Recorded data:
_ _ _ _ _

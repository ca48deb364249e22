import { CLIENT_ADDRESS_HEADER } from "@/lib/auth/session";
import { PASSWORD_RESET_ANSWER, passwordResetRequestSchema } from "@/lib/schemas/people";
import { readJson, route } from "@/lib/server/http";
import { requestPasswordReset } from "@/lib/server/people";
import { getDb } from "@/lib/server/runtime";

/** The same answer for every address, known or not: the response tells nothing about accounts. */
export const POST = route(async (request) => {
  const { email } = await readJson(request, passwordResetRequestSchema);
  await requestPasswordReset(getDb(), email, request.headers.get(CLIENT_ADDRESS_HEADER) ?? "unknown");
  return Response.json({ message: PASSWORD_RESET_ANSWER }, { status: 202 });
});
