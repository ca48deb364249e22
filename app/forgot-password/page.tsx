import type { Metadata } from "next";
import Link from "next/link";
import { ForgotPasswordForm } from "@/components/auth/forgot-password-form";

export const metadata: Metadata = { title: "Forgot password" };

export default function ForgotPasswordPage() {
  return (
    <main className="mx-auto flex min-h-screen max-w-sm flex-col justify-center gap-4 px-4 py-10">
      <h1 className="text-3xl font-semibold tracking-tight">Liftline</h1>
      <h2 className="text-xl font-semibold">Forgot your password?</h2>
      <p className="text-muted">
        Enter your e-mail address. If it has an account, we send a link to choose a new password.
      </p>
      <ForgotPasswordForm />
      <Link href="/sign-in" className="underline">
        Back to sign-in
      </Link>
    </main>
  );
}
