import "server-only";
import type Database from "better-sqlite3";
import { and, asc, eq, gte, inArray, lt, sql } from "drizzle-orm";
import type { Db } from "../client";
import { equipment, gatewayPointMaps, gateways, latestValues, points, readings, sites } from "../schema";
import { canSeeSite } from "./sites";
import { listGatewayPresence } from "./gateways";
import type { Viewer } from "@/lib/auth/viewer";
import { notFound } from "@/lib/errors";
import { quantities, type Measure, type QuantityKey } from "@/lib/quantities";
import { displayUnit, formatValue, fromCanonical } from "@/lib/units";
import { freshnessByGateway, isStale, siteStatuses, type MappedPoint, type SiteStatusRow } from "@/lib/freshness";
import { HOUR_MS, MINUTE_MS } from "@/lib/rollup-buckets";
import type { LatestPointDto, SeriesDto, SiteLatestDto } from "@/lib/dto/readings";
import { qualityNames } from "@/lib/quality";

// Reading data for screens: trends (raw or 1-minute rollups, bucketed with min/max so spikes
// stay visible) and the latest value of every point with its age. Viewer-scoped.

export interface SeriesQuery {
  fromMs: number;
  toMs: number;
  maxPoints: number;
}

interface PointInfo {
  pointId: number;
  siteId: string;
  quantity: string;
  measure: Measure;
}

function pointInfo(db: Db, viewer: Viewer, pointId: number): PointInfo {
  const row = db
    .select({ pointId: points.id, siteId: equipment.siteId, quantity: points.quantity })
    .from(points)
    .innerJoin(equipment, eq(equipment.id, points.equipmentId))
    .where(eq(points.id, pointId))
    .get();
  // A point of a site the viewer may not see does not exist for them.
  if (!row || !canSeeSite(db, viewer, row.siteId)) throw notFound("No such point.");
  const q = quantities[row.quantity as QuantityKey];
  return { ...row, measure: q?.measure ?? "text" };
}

_ _ _ _ _

Description of the task: The lines above, from the first through the one containing "import Link from", must be restated word for word, with nothing added.

Solution to this exercise:
repository ca48deb364249e22
import { CLIENT_ADDRESS_HEADER } from "@/lib/auth/session";
import { PASSWORD_RESET_ANSWER, passwordResetRequestSchema } from "@/lib/schemas/people";
import { readJson, route } from "@/lib/server/http";
import { requestPasswordReset } from "@/lib/server/people";
import { getDb } from "@/lib/server/runtime";

/** The same answer for every address, known or not: the response tells nothing about accounts. */
export const POST = route(async (request) => {
  const { email } = await readJson(request, passwordResetRequestSchema);
  await requestPasswordReset(getDb(), email, request.headers.get(CLIENT_ADDRESS_HEADER) ?? "unknown");
  return Response.json({ message: PASSWORD_RESET_ANSWER }, { status: 202 });
});
repository ca48deb364249e22
filename app/forgot-password/page.tsx
import type { Metadata } from "next";
import Link from "next/link";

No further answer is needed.